MNIST Classification Example in NengoDL

yadams · September 20, 2019, 5:32pm

Hi Nengo team! I am relatively new to Nengo and SNNs (~2 months of reading documentation, following along with examples, etc.), but I have done a little more work with image classification and regular CNNs.

Main focus of this topic: Why does the exact same architecture/setup have such different training losses and test accuracies between MNIST and Fashion MNIST? I am aware that MNIST is essentially a “solved” dataset, and Fashion MNIST is more challenging.
My classification error after training with MNIST is 0.75% (same as if I used pretrained weights), and the training loss is 0.8347, which seems rather large for MNIST compared to similar architectures in TF/Keras.
However, the classification error I get after training with Fashion MNIST is ~33.31%, with a training loss of 61.3385.

The example is from the Jupyter Notebook here, but instead of loading in pretrained weights, I’ve set do_training = True to train it on my own.

Keeping all else the same, there were only a few changes I made to the code.

I imported each dataset from Keras, rather than via the urlretrieve method. This is because the latter method had a training set of 50000 samples, rather than 60000.
I increased n_steps from 30 to 100.
I wanted to use the entire test set to test the network, but the example reduced the number of test images to speed up the example. All I did was remove both minibatch_size*2 parts from the code below.

test_data = { inp: np.tile(test_data[0][:minibatch_size*2, None, :], (1, n_steps, 1)), out_p_filt: np.tile(test_data[1][:minibatch_size*2, None, :], (1, n_steps, 1))}

Why is there such a drastic difference in accuracy/loss between MNIST and Fashion MNIST?

Follow-up questions related to this classification example:

What was the rationale for configuring max_rates, intercepts, amplitude of the LIF neuron, and synapse of the out_p_filt probe to those specific values?
Is there any benefit to setting trainable=True in configure_settings? (“we could train [the nengo objects] if we wanted, but they don’t add any representational power.”)
Why use average pooling (as opposed to max pooling)?
How do you get test loss?

Thank you in advance for your help!

drasmuss · September 20, 2019, 6:27pm

Hi yadams!

I think the answer to this is just the point you raised above (“MNIST is essentially a “solved” dataset, and Fashion MNIST is more challenging”). That example is tailored to solve MNIST as simply/quickly as possible, it isn’t designed to be a general solution for classification. So I wouldn’t expect it to produce similar accuracy when applied to a different data set.
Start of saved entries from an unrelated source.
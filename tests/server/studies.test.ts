import { describe, expect, it } from 'vitest';
import { eq } from 'drizzle-orm';
import { AIR_O2_MOLE_FRACTION, ATOMIC_WEIGHTS, formulaMolarMass } from '$chemistry';
import { db } from '$lib/server/db';
import { recipe, recipeVersion, study } from '$lib/server/db/schema';
import { RuleError } from '$lib/server/rule-error';
import { listComponents } from '$lib/server/components/library';
import { evaluateStudy } from '$lib/server/studies/evaluate';
import {
	designFeed,
	listSubstanceChoices,
	oneFormPerSubstance,
	substanceIdOf,
	type FeedDesign
} from '$lib/server/studies/feed-designer';
import { previewDraft } from '$lib/server/recipes/preview';
import { describeVersions, listProfiles, loadStudyInputs } from '$lib/server/studies/queries';
import { listStudiesPage } from '$lib/server/studies/study-list';
import type { StudyForm } from '$lib/server/studies/study-form';
import { createStudy } from '$lib/server/studies/study-store';
import { useDemoDatabase } from './demo-database';

useDemoDatabase();

const YEAST_STUDY = 'Yeast glycerol fed-batch, bench (demo)';
const BACTERIUM_STUDY = 'Bacterium glucose fed-batch, pilot (demo)';

function studyId(name: string): string {
	return db.select().from(study).where(eq(study.name, name)).get()!.id;
}
const components = () => new Map(listComponents().map((c) => [c.id, c]));

function ruleErrorOf(run: () => unknown): RuleError {
	try {
		run();
	} catch (cause) {
		if (cause instanceof RuleError) return cause;
		throw cause;
	}
	throw new Error('expected a RuleError');
}

describe('a study on the demo data, checked by hand', () => {
	it('finds nitrogen limiting the yeast fed-batch, at the density worked out here', async () => {
		const report = await evaluateStudy(loadStudyInputs(studyId(YEAST_STUDY)).inputs);
		// Supply of N, per litre of the final 8 L (6 L basal + 2 L feed):
		//   (NH4)2SO4 is 2 N per formula unit: 2 × 14.007 / 132.134 g N per g (IUPAC 2021 weights, D in our references)
		const nPerSulfate = (2 * ATOMIC_WEIGHTS.N) / formulaMolarMass('(NH4)2SO4');
		//   basal 5 g/L × 6 L + feed 70 g/L × 2 L = 30 + 140 = 170 g (NH4)2SO4 → × 0.2120 = 36.04 g N → / 8 L = 4.505 g/L
		const supplyN = ((5 * 6 + 70 * 2) * nPerSulfate) / 8;
		// Demand of N: the yeast formula CH1.61O0.56N0.16 (BioNumbers BNID 101801) with 6 % ash (from memory):
		//   f_N = 0.16 × 14.007 / (12.011 + 1.61 × 1.008 + 0.56 × 15.999 + 0.16 × 14.007) × 0.94 = 0.08482 g/g
		const formulaMass =
			ATOMIC_WEIGHTS.C +
			1.61 * ATOMIC_WEIGHTS.H +
			0.56 * ATOMIC_WEIGHTS.O +
			0.16 * ATOMIC_WEIGHTS.N;
		const fN = ((0.16 * ATOMIC_WEIGHTS.N) / formulaMass) * 0.94;
		//   at the target 40 g/L: 3.393 g/L; ratio 4.505 / 3.393 = 1.328 ≥ 1.2 (safety factor, common practice): sufficient
		const ratio = supplyN / (fN * 40);
		//   maximum supportable = 40 × 1.328 / 1.2 = 44.3 g/L
		const maxX = (40 * ratio) / 1.2;
		// Glycerol (carbon, Yx/s 0.5 demo value): (40 × 6 + 500 × 2) / 8 = 155 g/L against 40 / 0.5 = 80 g/L → 1.94, not limiting.
		expect(report.limit.key).toBe('N');
		const n = report.nutrients.lines.find((l) => l.key === 'N')!;
		expect(n.supplyGPerL).toBeCloseTo(supplyN, 3);
		expect(n.ratio).toBeCloseTo(ratio, 2);
		expect(report.limit.maxBiomassGPerL).toBeCloseTo(maxX, 1);
		expect(maxX).toBeCloseTo(44.3, 1);
		expect(report.nutrients.lines.find((l) => l.key === 'glycerol')!.ratio).toBeCloseTo(
			155 / 80,
			3
		);
		expect(report.verdict).toBe('supported');
	});

	it('lists every default it used, with its source', async () => {
		const report = await evaluateStudy(loadStudyInputs(studyId(BACTERIUM_STUDY)).inputs);
		const what = report.defaults.map((d) => d.what);
		expect(what).toEqual(
			expect.arrayContaining([
				'Safety factor',
				'Heat per mol O2 consumed',
				'Yx/O2',
				'Elemental mass fractions',
				'Oxygen solubility'
			])
		);
		expect(report.defaults.find((d) => d.what === 'Heat per mol O2 consumed')!.source).toMatch(
			/Birou/
		);
		expect(report.defaults.find((d) => d.what === 'Elemental mass fractions')!.source).toMatch(
			/Neidhardt/
		);
		// The bacterial study sparges air: no fire caution for enriched gas.
		expect(report.cautions.join(' ')).not.toMatch(/fire/);
		expect(report.cautions.join(' ')).toMatch(/pressure rating/);
	});

	it('carries the enriched-gas caution when the plan or the what-if sparges more O2 than air', async () => {
		const yeast = await evaluateStudy(loadStudyInputs(studyId(YEAST_STUDY)).inputs);
		expect(yeast.inputs.o2MoleFraction).toBe(0.5);
		expect(yeast.cautions.join(' ')).toMatch(/Oxygen-enriched gas raises the risk of fire/);
		const bacterium = loadStudyInputs(studyId(BACTERIUM_STUDY)).inputs;
		const enriched = await evaluateStudy(bacterium, { o2MoleFraction: 0.3 });
		expect(enriched.cautions.join(' ')).toMatch(/Oxygen-enriched gas raises the risk of fire/);
		const yeastOnAir = await evaluateStudy(loadStudyInputs(studyId(YEAST_STUDY)).inputs, {
			o2MoleFraction: AIR_O2_MOLE_FRACTION
		});
		expect(yeastOnAir.cautions.join(' ')).not.toMatch(/fire/);
	});

	it('says what limits the bacterial run: nutrients and oxygen; short trace elements are warnings', async () => {
		const report = await evaluateStudy(loadStudyInputs(studyId(BACTERIUM_STUDY)).inputs);
		expect(report.verdict).toBe('not supported');
		const short = report.nutrients.lines.filter((l) => !l.sufficient);
		expect(short.map((l) => l.key)).toEqual(expect.arrayContaining(['N', 'Ca', 'Fe']));
		// N is required: a reason, and the limit. Ca (no source) and Fe are trace elements by default
		// (common practice): warnings naming them, never the limit and never a reason.
		expect(report.limit.key).toBe('N');
		expect(short.filter((l) => l.role === 'required').map((l) => l.key)).toEqual(['N']);
		expect(report.reasons.filter((r) => /short of/.test(r))).toEqual([
			expect.stringMatching(/^N runs short of 1\.2 × demand; N limits first/)
		]);
		expect(report.reasons.join(' ')).not.toMatch(/\b(Ca|Fe)\b/);
		expect(report.warnings).toEqual(
			expect.arrayContaining([
				expect.stringMatching(/^Ca is in no source/),
				expect.stringMatching(/^Fe covers [\d.]+ × its demand/)
			])
		);
		expect(
			report.defaults.find((d) => d.what === 'Roles of the elements (required or trace)')!.source
		).toMatch(/Common practice/);
		expect(report.oxygen.check).toBe('short');
		expect(report.reasons.some((r) => r.includes('does not allow O2 enrichment'))).toBe(true);
	});

	it('marks each nutrient line with its role, how sure its value is and its source', async () => {
		const report = await evaluateStudy(loadStudyInputs(studyId(BACTERIUM_STUDY)).inputs);
		const line = (key: string) => report.nutrients.lines.find((l) => l.key === key)!;
		// The demo bacterium: C, H, O, N derived from CH1.8O0.5N0.2 with 8 % ash; P and S confirmed in Neidhardt et al.
		// (1990); Fe from memory (chemistry/data/biomass.ts); Yx/s from its RQ by element balance.
		expect(line('N')).toMatchObject({
			role: 'required',
			roleFrom: 'default',
			confidence: 'derived',
			source: expect.stringMatching(/CH1\.8O0\.5N0\.2.*8 % ash/)
		});
		expect(line('P')).toMatchObject({
			role: 'required',
			confidence: 'confirmed',
			source: expect.stringMatching(/Neidhardt/)
		});
		expect(line('Fe')).toMatchObject({
			role: 'trace',
			confidence: 'from memory',
			source: expect.stringMatching(/Neidhardt/)
		});
		expect(line('d-glucose')).toMatchObject({
			role: 'required',
			confidence: 'derived',
			source: expect.stringMatching(/RQ/)
		});
	});

	it('warns when the fractions of the profile contradict its formula, naming both values', async () => {
		// The demo bacterium as it stood before: Neidhardt et al. (1990) fractions (N 14 %) with CH1.8O0.5N0.2 and 8 % ash,
		// whose N is 0.2 × 14.007 / 24.626 × 0.92 = 10.47 % (24.626 g/C-mol, chemistry/REFERENCES.md, derived).
		const inputs = structuredClone(loadStudyInputs(studyId(BACTERIUM_STUDY)).inputs);
		inputs.profile.elementalFractions = {
			...inputs.profile.elementalFractions!,
			C: 0.5,
			O: 0.2,
			N: 0.14,
			H: 0.08
		};
		const report = await evaluateStudy(inputs);
		expect(report.warnings).toEqual(
			expect.arrayContaining([
				expect.stringMatching(
					/^N is 14 % in the fractions but 10\.5 % by the formula CH1\.8O0\.5N0\.2 with 8 % ash/
				)
			])
		);
		// The saved demo profile agrees with its formula: no such warning.
		expect(
			(await evaluateStudy(loadStudyInputs(studyId(BACTERIUM_STUDY)).inputs)).warnings.join(' ')
		).not.toMatch(/by the formula/);
	});
});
We typically set amplitude to 1/max_rates, so that the overall output of a neuron will be ~1. Other than that, those were just values that worked well after a small amount of manual hyperparameter searching.

In my experience there is no benefit in setting trainable=True in that example. But that would depend on the network; with other network structures (which make more use of Nengo objects, rather than relying on tensor_layers) then we would definitely want to be optimizing the Nengo parameters.

No strong reason, it’s just the one we picked for demonstration purposes in that example.

The test loss is being computed in that example, with e.g. these lines

print("error after training: %.2f%%" % sim.loss(
    test_data, {out_p_filt: classification_error}))

Hope that helps, let us know if you have any other questions.

yadams · September 20, 2019, 6:53pm

Thanks for the quick response. I do have one more clarification question.

The resulting output of that print statement is something like
Calculation finished in 1:15:42
error after training: 0.75%

So in this case, loss and accuracy are essentially opposite(?) ways to measure the error by the network? i.e. accuracy = 100 - error_after_training?

drasmuss · September 20, 2019, 9:14pm

Loss is a general term for the result of applying some evaluation function to the output of a network (https://en.wikipedia.org/wiki/Loss_function). It doesn’t refer to a particular function, so it isn’t really the “opposite” of anything.

“Accuracy” refers to a particular loss function (classification accuracy). It measures the number of correctly classified inputs. Classification error is the opposite of classification accuracy (the number of inputs classified incorrectly).

But you could have another loss function, such as mean squared error, that you also evaluate for your network. The mean squared error has no real relation to classification accuracy or classification error, it is just a different way of measuring the output of the network.

I’m not sure if that answers your question or not?